* Information supplied *
★ ★ ★ ★

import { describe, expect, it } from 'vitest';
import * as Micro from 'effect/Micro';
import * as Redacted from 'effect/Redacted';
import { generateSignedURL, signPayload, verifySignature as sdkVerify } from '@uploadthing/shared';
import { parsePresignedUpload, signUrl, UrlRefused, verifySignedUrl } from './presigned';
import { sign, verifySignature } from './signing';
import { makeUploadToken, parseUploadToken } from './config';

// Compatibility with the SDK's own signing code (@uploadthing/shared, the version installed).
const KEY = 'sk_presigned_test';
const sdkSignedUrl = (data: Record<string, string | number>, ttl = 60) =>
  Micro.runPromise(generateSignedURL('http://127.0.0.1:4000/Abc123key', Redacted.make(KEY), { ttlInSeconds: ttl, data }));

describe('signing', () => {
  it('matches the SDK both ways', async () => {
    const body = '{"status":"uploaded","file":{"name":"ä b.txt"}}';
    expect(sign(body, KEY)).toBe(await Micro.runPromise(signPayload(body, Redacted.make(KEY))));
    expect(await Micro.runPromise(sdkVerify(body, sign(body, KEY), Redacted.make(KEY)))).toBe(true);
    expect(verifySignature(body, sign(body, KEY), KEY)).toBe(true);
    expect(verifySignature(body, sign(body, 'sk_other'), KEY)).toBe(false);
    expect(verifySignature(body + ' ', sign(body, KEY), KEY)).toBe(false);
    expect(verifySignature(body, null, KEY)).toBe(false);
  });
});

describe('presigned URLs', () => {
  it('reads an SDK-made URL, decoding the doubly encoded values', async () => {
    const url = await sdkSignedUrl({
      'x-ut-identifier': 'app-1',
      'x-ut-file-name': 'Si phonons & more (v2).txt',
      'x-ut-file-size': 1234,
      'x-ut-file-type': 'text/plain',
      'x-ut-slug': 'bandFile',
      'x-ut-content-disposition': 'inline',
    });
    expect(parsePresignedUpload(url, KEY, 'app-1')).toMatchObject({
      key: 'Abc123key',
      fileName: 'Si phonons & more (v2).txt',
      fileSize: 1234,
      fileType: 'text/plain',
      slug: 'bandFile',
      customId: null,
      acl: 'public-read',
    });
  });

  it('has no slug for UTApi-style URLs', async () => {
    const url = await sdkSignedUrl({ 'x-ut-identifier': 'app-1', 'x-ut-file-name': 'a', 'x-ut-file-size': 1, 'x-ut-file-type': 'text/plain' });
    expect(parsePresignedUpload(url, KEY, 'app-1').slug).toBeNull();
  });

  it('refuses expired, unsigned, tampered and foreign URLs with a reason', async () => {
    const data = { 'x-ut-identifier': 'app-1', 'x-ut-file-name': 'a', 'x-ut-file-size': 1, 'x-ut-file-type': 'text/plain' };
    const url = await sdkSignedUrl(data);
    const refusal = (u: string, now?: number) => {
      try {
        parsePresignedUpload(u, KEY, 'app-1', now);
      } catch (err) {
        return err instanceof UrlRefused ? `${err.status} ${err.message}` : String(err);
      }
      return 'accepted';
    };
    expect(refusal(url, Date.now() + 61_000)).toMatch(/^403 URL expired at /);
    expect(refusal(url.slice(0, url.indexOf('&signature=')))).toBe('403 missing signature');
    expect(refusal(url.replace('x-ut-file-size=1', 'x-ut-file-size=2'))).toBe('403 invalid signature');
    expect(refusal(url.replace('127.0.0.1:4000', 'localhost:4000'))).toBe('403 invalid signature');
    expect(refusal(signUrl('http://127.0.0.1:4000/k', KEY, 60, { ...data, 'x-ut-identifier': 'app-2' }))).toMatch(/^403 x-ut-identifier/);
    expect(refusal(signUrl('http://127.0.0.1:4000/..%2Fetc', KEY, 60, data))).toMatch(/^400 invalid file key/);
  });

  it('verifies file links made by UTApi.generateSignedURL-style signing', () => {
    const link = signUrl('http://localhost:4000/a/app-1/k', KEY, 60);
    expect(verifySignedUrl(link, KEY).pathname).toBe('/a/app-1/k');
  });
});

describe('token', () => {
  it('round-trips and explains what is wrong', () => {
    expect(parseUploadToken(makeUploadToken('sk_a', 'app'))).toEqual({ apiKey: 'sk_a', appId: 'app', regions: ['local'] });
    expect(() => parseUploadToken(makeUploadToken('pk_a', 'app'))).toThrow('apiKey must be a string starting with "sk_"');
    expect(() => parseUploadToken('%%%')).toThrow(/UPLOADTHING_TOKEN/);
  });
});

★ ★ ★ ★

* About this task *
Quote exactly what appears from the line containing "url.indexOf('&signature=')))).toBe('403 missing signature');" through the final line of the listing above, including both of those lines.

* Result of the exercise *
    expect(refusal(url.slice(0, url.indexOf('&signature=')))).toBe('403 missing signature');
    expect(refusal(url.replace('x-ut-file-size=1', 'x-ut-file-size=2'))).toBe('403 invalid signature');
    expect(refusal(url.replace('127.0.0.1:4000', 'localhost:4000'))).toBe('403 invalid signature');
    expect(refusal(signUrl('http://127.0.0.1:4000/k', KEY, 60, { ...data, 'x-ut-identifier': 'app-2' }))).toMatch(/^403 x-ut-identifier/);
    expect(refusal(signUrl('http://127.0.0.1:4000/..%2Fetc', KEY, 60, data))).toMatch(/^400 invalid file key/);
  });

  it('verifies file links made by UTApi.generateSignedURL-style signing', () => {
    const link = signUrl('http://localhost:4000/a/app-1/k', KEY, 60);
    expect(verifySignedUrl(link, KEY).pathname).toBe('/a/app-1/k');
  });
});

describe('token', () => {
  it('round-trips and explains what is wrong', () => {
    expect(parseUploadToken(makeUploadToken('sk_a', 'app'))).toEqual({ apiKey: 'sk_a', appId: 'app', regions: ['local'] });
    expect(() => parseUploadToken(makeUploadToken('pk_a', 'app'))).toThrow('apiKey must be a string starting with "sk_"');
    expect(() => parseUploadToken('%%%')).toThrow(/UPLOADTHING_TOKEN/);
  });
});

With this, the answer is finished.